#### TASK PROMPT
Return exactly the lines below, starting with the one that has "v_ce=None if v_ce" and going on through the one that has "0), terminals=tuple(terminals.items()), device=Device(**model))".

#### DATASET ENTRIES
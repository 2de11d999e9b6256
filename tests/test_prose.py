"""Claims in plain prose: whatever states a value of a quantity or of a name of the circuit is found, and nothing else."""

from __future__ import annotations

import pytest

from calccheck.read.markdown import read_page
from calccheck.read.prose import prose_claims

NAMES = {"R1", "RL", "+5V", "_x", "out_", "n1'", "bus"}


def stated(text: str) -> list[str]:
    (paragraph,) = read_page(text)
    return [c.text for c in prose_claims(paragraph, NAMES, 0)]


@pytest.mark.parametrize(
    ("text", "found"),
    [
        ("where R1 = 3 kΩ and RL ≈ 5 Ω", ["R1 = 3 kΩ", "RL ≈ 5 Ω"]),
        ("V_bus is small, but I_{R1} < 3 mA", ["I_{R1} < 3 mA"]),
        ("with −R1 = 3 Ω and -V_b ≥ 2 V", ["R1 = 3 Ω", "V_b ≥ 2 V"]),
        ("the rail +5V = 5.1 V", ["+5V = 5.1 V"]),
        ("**R1** = 3 kΩ, *RL* = 1 Ω, __bus__ = 2 V, _R1_ = 4 Ω", ["R1 = 3 kΩ", "RL = 1 Ω", "bus = 2 V", "R1 = 4 Ω"]),
        ("node _x = 3 V, node out_ = 4 V, n1' = 5 V", ["x = 3 V", "out = 4 V", "n1' = 5 V"]),
        ("x = 3 R1 = 5 Ω", ["R1 = 5 Ω"]),
        ("R1 is about = about 3 kΩ, RL ~ ca. 5 Ω", ["RL ≈ 5 Ω"]),
        ("`R1` = 3 kΩ, but not `R1 = 3 kΩ`", ["R1 = 3 kΩ"]),
    ],
)
def test_a_value_of_a_quantity_or_a_known_name_is_found(text, found):
    assert stated(text) == found


@pytest.mark.parametrize(
    "text",
    [
        "R1a = 3 V",
        "xR1 = 3 V",
        "R1² = 9",
        "x.R1 = 3",
        "R2 = 3 Ω",
        "R1 is 3 kΩ",
        "n = 3",
        "R1 = x",
        "a R1 b = 3",
        "R1 5 = 3",
    ],
)
def test_what_states_nothing_of_the_circuit_is_passed_over(text):
    assert stated(text) == []
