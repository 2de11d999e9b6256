import java.io.File;
import org.verapdf.gf.foundry.VeraGreenfieldFoundryProvider;
import org.verapdf.pdfa.Foundries;
import org.verapdf.pdfa.PDFAParser;
import org.verapdf.pdfa.flavours.PDFAFlavour;
import org.verapdf.pdfa.results.TestAssertion;
import org.verapdf.pdfa.results.ValidationResult;

/** For each file and each of the two standards a line of name, standard, verdict and number of checks; then a line for each fault. */
public class PdfVerdict {
    public static void main(String[] files) throws Exception {
        VeraGreenfieldFoundryProvider.initialise();
        for (String file : files) {
            for (PDFAFlavour flavour : new PDFAFlavour[] {PDFAFlavour.PDFA_3_A, PDFAFlavour.PDFUA_1}) {
                try (PDFAParser parser = Foundries.defaultInstance().createParser(new File(file), flavour)) {
                    ValidationResult result = Foundries.defaultInstance().createValidator(flavour, false).validate(parser);
                    String name = new File(file).getName() + "\t" + flavour.getId();
                    System.out.println(name + "\t" + result.isCompliant() + "\t" + result.getTotalAssertions());
                    for (TestAssertion one : result.getTestAssertions()) {
                        if (one.getStatus() == TestAssertion.Status.FAILED) {
                            String clause = one.getRuleId().getClause() + "-" + one.getRuleId().getTestNumber();
                            System.out.println(name + "\t" + clause + "\t" + one.getMessage() + "\t" + one.getLocation().getContext());
                        }
                    }
                }
            }
        }
    }
}
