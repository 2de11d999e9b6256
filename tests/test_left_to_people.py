"""What nobody should miss stands in front, what is left to people stands at the end with a box to tick: PDF and page alike."""

from __future__ import annotations

import re
from datetime import date
from html import unescape
from itertools import pairwise

import pymupdf
import pytest
from pdf_reading import MM, flat

from calccheck import check_text
from calccheck.annotate.record import LIMITS
from calccheck.annotate.to_html import to_html
from calccheck.annotate.to_pdf import to_pdf
from calccheck.model import Report, Settings

# 230 V over 100 µF stand at their crest of 325 V: ½ · 100 µF · (325 V)² is 5.3 J, so the capacitor is not dangerous; the
# touch voltage and the frequency of the mains are. 230 V through 1 kΩ drive 230 mA.
SHEET = """---
sheet: LP-1
date: 2026-03-04
hazard: the enclosure is live with the door open
---

# Live parts

```circuit
reference n
Vm: 230 V,       live to n, 50 Hz
R1: 1 kΩ,        live to n
C1: 100 µF,      live to n
```

```working
given margin = 1.25      # from the customer
given spare = 3
limit = 200 mA × margin × 1 = 250 mA
```

`|I_R1| = 230 mA` and `|V_{live,n}| = 231 V` <!-- calccheck: accept 231 V for 230 V "meter M-3" by AB until 2031-01-31 -->.
"""
CAUTIONS = (
    "The enclosure is live with the door open.",
    "230 V r.m.s. stand between live and n",
    "50 Hz is the frequency of the mains",
)


@pytest.fixture(scope="module")
def report() -> Report:
    found = check_text("lp.md", SHEET, Settings(on=date(2026, 3, 5)))
    assert found.counts["given"] == 2
    assert found.counts["accepted"] == 1
    assert {f.kind for f in found.findings} == {"hazard", "touch-voltage", "mains"}
    return found


@pytest.fixture(scope="module")
def pages(report) -> list[str]:
    with pymupdf.open(stream=to_pdf(report)) as pdf:
        return [flat(page.get_text()) for page in pdf]


@pytest.fixture(scope="module")
def sections(report) -> dict[str, str]:
    """The words of the page for the screen by the heading that they stand under."""
    words = re.sub(r"<[^>]+>", " ", to_html(report).split("</style>")[1])
    parts = re.split("(Check summary|Worst first|Check record|Left to the checker)", unescape(words))
    return {name: flat(body) for name, body in zip(parts[1::2], parts[2::2], strict=False)}


def test_cautions_waivers_and_assumptions_stand_in_front(pages, sections):
    for front in (pages[0], sections["Check summary"]):
        for words in (
            *CAUTIONS,
            "Under a waiver",
            "meter M-3",
            "AB until 2031-01-31",
            "Open assumptions",
            "margin = 1.25",
            "spare = 3",
        ):
            assert flat(words) in front
        assert flat("2 values are given") in front
        assert front.index(flat(CAUTIONS[0])) < front.index("Meaning")  # before the counts


def test_nothing_is_told_twice_in_front(pages):
    for words in CAUTIONS:
        assert pages[0].split("Liveparts")[0].count(flat(words)) == 1


def test_what_is_left_stands_on_the_last_page_with_boxes(report, pages, sections):
    opening, points, closing = LIMITS
    for last in (pages[-1], sections["Left to the checker"]):
        for words in (opening, *points, closing, *CAUTIONS, "given margin = 1.25", "given spare = 3", "meter M-3"):
            assert flat(words) in last
    wanted = len(points) + len(CAUTIONS) + 2 + 1  # givens, waiver
    assert to_html(report).count('class="tick"') == wanted
    with pymupdf.open(stream=to_pdf(report)) as pdf:
        side = 2.4 * MM
        boxes = [
            d["rect"]
            for d in pdf[-1].get_drawings()
            if abs(d["rect"].width - side) < 0.2 > abs(d["rect"].height - side)
        ]
    assert len(boxes) == wanted
    assert all(a.y1 < b.y0 for a, b in pairwise(boxes))


def test_a_sheet_without_any_of_it_has_no_empty_parts(sections):
    plain = check_text("p.md", "# P\n\n```circuit\nreference n\nV: 5 V, a to n\nR: 1 kΩ, a to n\n```\n\n`I_R = 5 mA`\n")
    with pymupdf.open(stream=to_pdf(plain)) as pdf:
        shown = flat("".join(page.get_text() for page in pdf))
    for text in (shown, flat(to_html(plain))):
        for words in ("Under a waiver", "Open assumptions", "Cautions to act upon", "Givens, checked", "Waivers"):
            assert flat(words) not in text
    assert "Theoneclaimstands." in shown
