"""Circuits for tests, built without the reading stage, and hypothesis strategies for random ones that can be solved."""

from __future__ import annotations

from dataclasses import replace
from fractions import Fraction

from hypothesis import reject
from hypothesis import strategies as st

from calccheck.model import Circuit, Control, Device, Element
from calccheck.solve import Unsolvable, frequencies, solve
from calccheck.source import Span

KINDS = {
    "R": "resistor", "V": "voltage source", "I": "current source", "E": "controlled voltage source",
    "F": "controlled current source", "S": "short", "O": "open", "C": "capacitor", "L": "inductor",
}  # fmt: skip


def part(kind, name, plus, minus, value=None, by=None):
    """One part, ``kind`` a letter of ``KINDS``. ``by``: the name of the controlling part, or the pair of controlling nodes."""
    control = None if by is None else Control(part=by) if isinstance(by, str) else Control(plus=by[0], minus=by[1])
    number = None if value is None else Fraction(value)
    return Element(name, KINDS[kind], plus, minus, Span(0, 0), value=number, control=control)


def ac(kind, name, plus, minus, phasor, hertz=None):
    """An AC source, or with kind ``Z`` an impedance."""
    frequency = None if hertz is None else Fraction(hertz)
    kind = "impedance" if kind == "Z" else KINDS[kind]
    return Element(name, kind, plus, minus, Span(0, 0), phasor=complex(phasor), frequency=frequency)


def op_amp(name, plus, minus, out, low=None, high=None):
    """An ideal op-amp, its swing where it has one."""
    swing = [None if x is None else Fraction(x) for x in (low, high)]
    return _device(name, "op-amp", {"plus": plus, "minus": minus, "out": out}, swing_low=swing[0], swing_high=swing[1])


def transformer(name, ratio, a, b, c, d):
    """An ideal transformer, first pair a to b, second pair c to d."""
    words = {"first+": a, "first-": b, "second+": c, "second-": d}
    return _device(name, "transformer", words, ratio=Fraction(ratio))


def transistor(name, base, collector, emitter, beta, v_be="0.7", v_ce=None, polarity="npn"):
    """A transistor by the hand model; saturated where V_CE is given."""
    words = {"base": base, "collector": collector, "emitter": emitter}
    state = "active" if v_ce is None else "saturated"
    return _device(name, "transistor", words, state=state, polarity=polarity, beta=Fraction(beta), v_be=Fraction(v_be),
                   v_ce=None if v_ce is None else Fraction(v_ce))  # fmt: skip


def diode(name, anode, cathode, drop="0.6", state="conducting"):
    """A diode by the hand model."""
    made = _device(name, "diode", {}, state=state, drop=Fraction(drop))
    return replace(made, plus=anode, minus=cathode)


def _device(name, kind, terminals, **model):
    return Element(name, kind, "", "", Span(0, 0), terminals=tuple(terminals.items()), device=Device(**model))


def circuit(*parts, reference="com", name=""):
    """A circuit of such parts, each on a line of its own (10 code points a line)."""
    placed = tuple(replace(e, span=Span(10 * k, 10 * k + 9)) for k, e in enumerate(parts))
    return Circuit(name, placed, reference, Span(0, 10 * len(parts)))


def scales(made, solution):
    """Volts and amperes to measure rounding by: those of the solution, or where it has none what the other would cause."""
    ohms = [abs(float(e.value)) for e in made.elements if e.kind == "resistor" and e.value] or [1.0]
    return solution.volts or solution.amperes * max(ohms), solution.amperes or solution.volts / min(ohms)


# --- random circuits ------------------------------------------------------------------------------------------------


def decimals(low=-1, high=4):
    """Values as engineers write them: three figures and a power of ten."""
    return st.builds(lambda n, e: Fraction(n, 100) * Fraction(10) ** e, st.integers(100, 999), st.integers(low, high))


def signed(strategy):
    """Values of either sign."""
    return st.builds(lambda x, sign: x * sign, strategy, st.sampled_from([1, -1]))


VALUES = {"R": decimals(), "V": signed(decimals(0, 1)), "I": signed(decimals(-4, -1))}


@st.composite
def circuits(draw, kinds="RVIEFSOCL0", most_nodes=7, most_extra=8):
    """A random circuit that has a single solution and an independent source.

    ``kinds``: letters of ``KINDS`` and ``0`` for a resistance of zero. Voltages and links stand only on a tree that spans the
    nodes, currents and gaps only off it, so that only controlled sources can spoil the solution; such draws are dropped.
    """
    names = ["com", *"abcdefghijklmnopqrstuvw"][: draw(st.integers(2, most_nodes))]
    on_tree = ["R", "R", "R", *(k for k in kinds if k in "VSLE0")]
    off_tree = ["R", "R", *(k for k in kinds if k in "IOCF")]
    ends = [(draw(st.sampled_from(["V"] if k == 1 and "I" not in kinds else on_tree)), n, draw(st.sampled_from(names[:k])))
            for k, n in enumerate(names) if k]  # fmt: skip
    ends += [(draw(st.sampled_from(off_tree)), draw(st.sampled_from(names)), draw(st.sampled_from(names)))
             for _ in range(draw(st.integers(0, most_extra)))]  # fmt: skip
    if "I" in kinds:
        ends.append(("I", *draw(st.permutations(names))[:2]))
    flipped = [(k, b, a) if draw(st.booleans()) else (k, a, b) for k, a, b in ends]
    labels = [f"{'R' if kind == '0' else kind}{n}" for n, (kind, *_) in enumerate(flipped)]
    made = circuit(*(_drawn(draw, kind, label, a, b, names, labels)
                     for label, (kind, a, b) in zip(labels, flipped, strict=True)))  # fmt: skip
    try:
        solve(made)
    except Unsolvable:
        if not any(e.control for e in made.elements):
            raise
        reject()
    return made


def _drawn(draw, kind, label, a, b, names, labels):
    if kind == "0":
        return part("R", label, a, b, 0)
    if kind not in "EF":
        return part(kind, label, a, b, draw(VALUES[kind]) if kind in VALUES else None)
    by = draw(st.one_of(st.sampled_from(labels), st.tuples(st.sampled_from(names), st.sampled_from(names))))
    exponents = {("E", True): (1, 3), ("E", False): (-1, 1), ("F", True): (-1, 1), ("F", False): (-4, -2)}
    return part(kind, label, a, b, draw(signed(decimals(*exponents[kind, isinstance(by, str)]))), by)


REACTIVE = {"L": decimals(-5, -1), "C": decimals(-10, -4)}


@st.composite
def ac_circuits(draw, kinds="RVIEFSOLC", most_nodes=6, most_extra=7, mixed=False):
    """A random circuit with an AC source that has a single solution at its highest frequency.

    ``kinds``: as in ``circuits``, with ``Z`` for an impedance. ``mixed``: sources of several frequencies, DC among them.
    """
    names = ["com", *"abcdefgh"][: draw(st.integers(2, most_nodes))]
    on_tree = ["R", "R", *(k for k in kinds if k in "LCZVSE")]
    off_tree = ["R", *(k for k in kinds if k in "LCZIOF")]
    ends = [(draw(st.sampled_from(["V"] if k == 1 else on_tree)), n, draw(st.sampled_from(names[:k])))
            for k, n in enumerate(names) if k]  # fmt: skip
    ends += [(draw(st.sampled_from(off_tree)), draw(st.sampled_from(names)), draw(st.sampled_from(names)))
             for _ in range(draw(st.integers(0, most_extra)))]  # fmt: skip
    labels = [f"{kind}{k}" for k, (kind, *_) in enumerate(ends)]
    hertz = draw(st.sampled_from([Fraction(50), Fraction(400), Fraction(10**5, 3)]))
    present = [hertz, hertz / 2, None] if mixed else [hertz]
    made = circuit(*(_drawn_at(draw, kind, label, a, b, names, labels, present if k else [hertz])
                     for k, (label, (kind, a, b)) in enumerate(zip(labels, ends, strict=True))))  # fmt: skip
    try:
        solve(made, hertz)
    except Unsolvable:
        if not any(e.control for e in made.elements):
            raise
        reject()
    return made


def _drawn_at(draw, kind, label, a, b, names, labels, frequencies):
    if kind in "VI":
        hertz = draw(st.sampled_from(frequencies))
        phasor = complex(draw(VALUES[kind]), draw(VALUES[kind]))
        return part(kind, label, a, b, draw(VALUES[kind])) if hertz is None else ac(kind, label, a, b, phasor, hertz)
    if kind == "Z":
        return ac("Z", label, a, b, complex(draw(decimals(0, 3)), draw(signed(decimals(0, 3)))))
    if kind in "LC":
        return part(kind, label, a, b, draw(REACTIVE[kind]))
    return _drawn(draw, kind, label, a, b, names, labels)


@st.composite
def stages(draw, made):
    """The circuit with one to three stages around op-amps, transformers, diodes and transistors, each with resistors about it.

    Only what steers or is fed back can spoil the solution; such draws are dropped.
    """
    added = []
    for k in range(draw(st.integers(1, 3))):
        near, far = draw(st.sampled_from(made.nodes())), draw(st.sampled_from(made.nodes()))
        device, ends = _stage(draw, draw(st.sampled_from("UTDQ")), k, near, far)
        added += [device, *(part("R", f"r{j}_{k}", *pair, draw(decimals(1, 4))) for j, pair in enumerate(ends))]
    whole = circuit(*made.elements, *added, reference=made.reference)
    try:
        solve(whole, max(frequencies(whole)))
    except Unsolvable:
        if not any(e.control or e.kind in ("op-amp", "transistor") for e in whole.elements):
            raise
        reject()
    return whole


def _stage(draw, kind, k, near, far):
    """A part and the pairs of nodes between which its resistors lie."""
    p, q, r = f"p{k}", f"q{k}", f"r{k}"
    if kind == "U":
        return op_amp(f"U{k}", near, p, q), [(q, p), (p, far), (q, near)]
    if kind == "T":
        return transformer(f"T{k}", draw(signed(decimals(-1, 1))), p, far, q, "com"), [(near, p), (q, "com")]
    if kind == "D":
        state = draw(st.sampled_from(["conducting", "blocking"]))
        return diode(f"D{k}", p, q, state=state), [(near, p), (q, far), (p, far)]
    model = {"v_ce": draw(st.sampled_from([None, "0.2"])), "polarity": draw(st.sampled_from(["npn", "pnp"]))}
    return transistor(f"Q{k}", p, q, r, draw(decimals(1, 2)), **model), [(near, p), (q, far), (r, "com")]
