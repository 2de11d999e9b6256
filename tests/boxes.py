"""Formulas over tolerances for tests, and witnesses that share nothing with the program's ways to their extremes."""

from __future__ import annotations

import random
from fractions import Fraction
from itertools import product

import hand
from circuits import circuit, part

from calccheck.formula import Binary, Call, Reference
from calccheck.source import Span
from calccheck.toleranced import Effect, Formula, Reading, Varied

NOWHERE = Span(0, 0)


def name(word):
    return Reference(word, NOWHERE)


def op(sign, a, b):
    return Binary(sign, a, b, NOWHERE)


def call(function, *arguments):
    return Call(function, arguments, NOWHERE)


def formula(made, node, reads, tolerance):
    """A formula over readings of a circuit whose every value has a relative tolerance. ``reads``: functions of a state, by name."""
    varied, effects = [], []
    for e in made.elements:
        if e.value is None:
            continue
        t = Fraction(tolerance(e) if callable(tolerance) else tolerance)
        ends = sorted((e.value * (1 - t), e.value * (1 + t)))
        varied.append(Varied(e.name, e.name, e.value, *ends))
        effects.append(Effect(e.name, "value", name(e.name)))
    readings = {key: Reading(made, Fraction(0), read, tuple(effects)) for key, read in reads.items()}
    return Formula(node, tuple(varied), readings)


def network(rng, nodes, parts, controlled=0):
    """A random circuit of one source, resistors and controlled sources, as the bench's own parts."""
    names = ["com", *(f"n{k}" for k in range(nodes - 1))]
    made = [hand.Part("V", "V1", "n0", "com", 10.0)]
    ends = [(names[k], names[rng.randrange(k)]) for k in range(1, nodes)]
    ends += [tuple(rng.sample(names, 2)) for _ in range(parts - nodes)]
    made += [
        hand.Part("R", f"R{k}", *pair, rng.choice((1.0, 2.2, 4.7, 10.0, 22.0)) * 1000) for k, pair in enumerate(ends)
    ]
    for k in range(controlled):
        by = tuple(rng.sample(names, 2))
        made.append(hand.Part("G", f"G{k}", *rng.sample(names, 2), rng.choice((1, -1)) * rng.choice((1e-4, 3e-4)), by))
    return made


def as_circuit(parts):
    """The bench's parts as the program's."""
    kinds = {"V": ("V", None), "R": ("R", None), "G": ("F", "by")}
    return circuit(*(part(kinds[p.kind][0], p.name, p.plus, p.minus, Fraction(p.value).limit_denominator(10**6),
                          by=p.by if kinds[p.kind][1] else None) for p in parts))  # fmt: skip


def with_values(parts, values):
    """The parts with other values, by name."""
    return [hand.replace(p, value=values.get(p.name, p.value)) for p in parts]


def corners(varied):
    """All corners of the box, as mappings from key to float."""
    keys = [v.key for v in varied]
    return [dict(zip(keys, ends, strict=True)) for ends in product(*((float(v.low), float(v.high)) for v in varied))]


def inside(varied, count, seed):
    """Random points of the box, half of their values at ends."""
    rng = random.Random(seed)
    return [{v.key: rng.choice((float(v.low), float(v.high), rng.uniform(float(v.low), float(v.high)))) for v in varied}
            for _ in range(count)]  # fmt: skip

#### WORKED SOLUTION
                   v_ce=None if v_ce is None else Fraction(v_ce))  # fmt: skip


def diode(name, anode, cathode, drop="0.6", state="conducting"):
    """A diode by the hand model."""
    made = _device(name, "diode", {}, state=state, drop=Fraction(drop))
    return replace(made, plus=anode, minus=cathode)


def _device(name, kind, terminals, **model):
    return Element(name, kind, "", "", Span(0, 0), terminals=tuple(terminals.items()), device=Device(**model))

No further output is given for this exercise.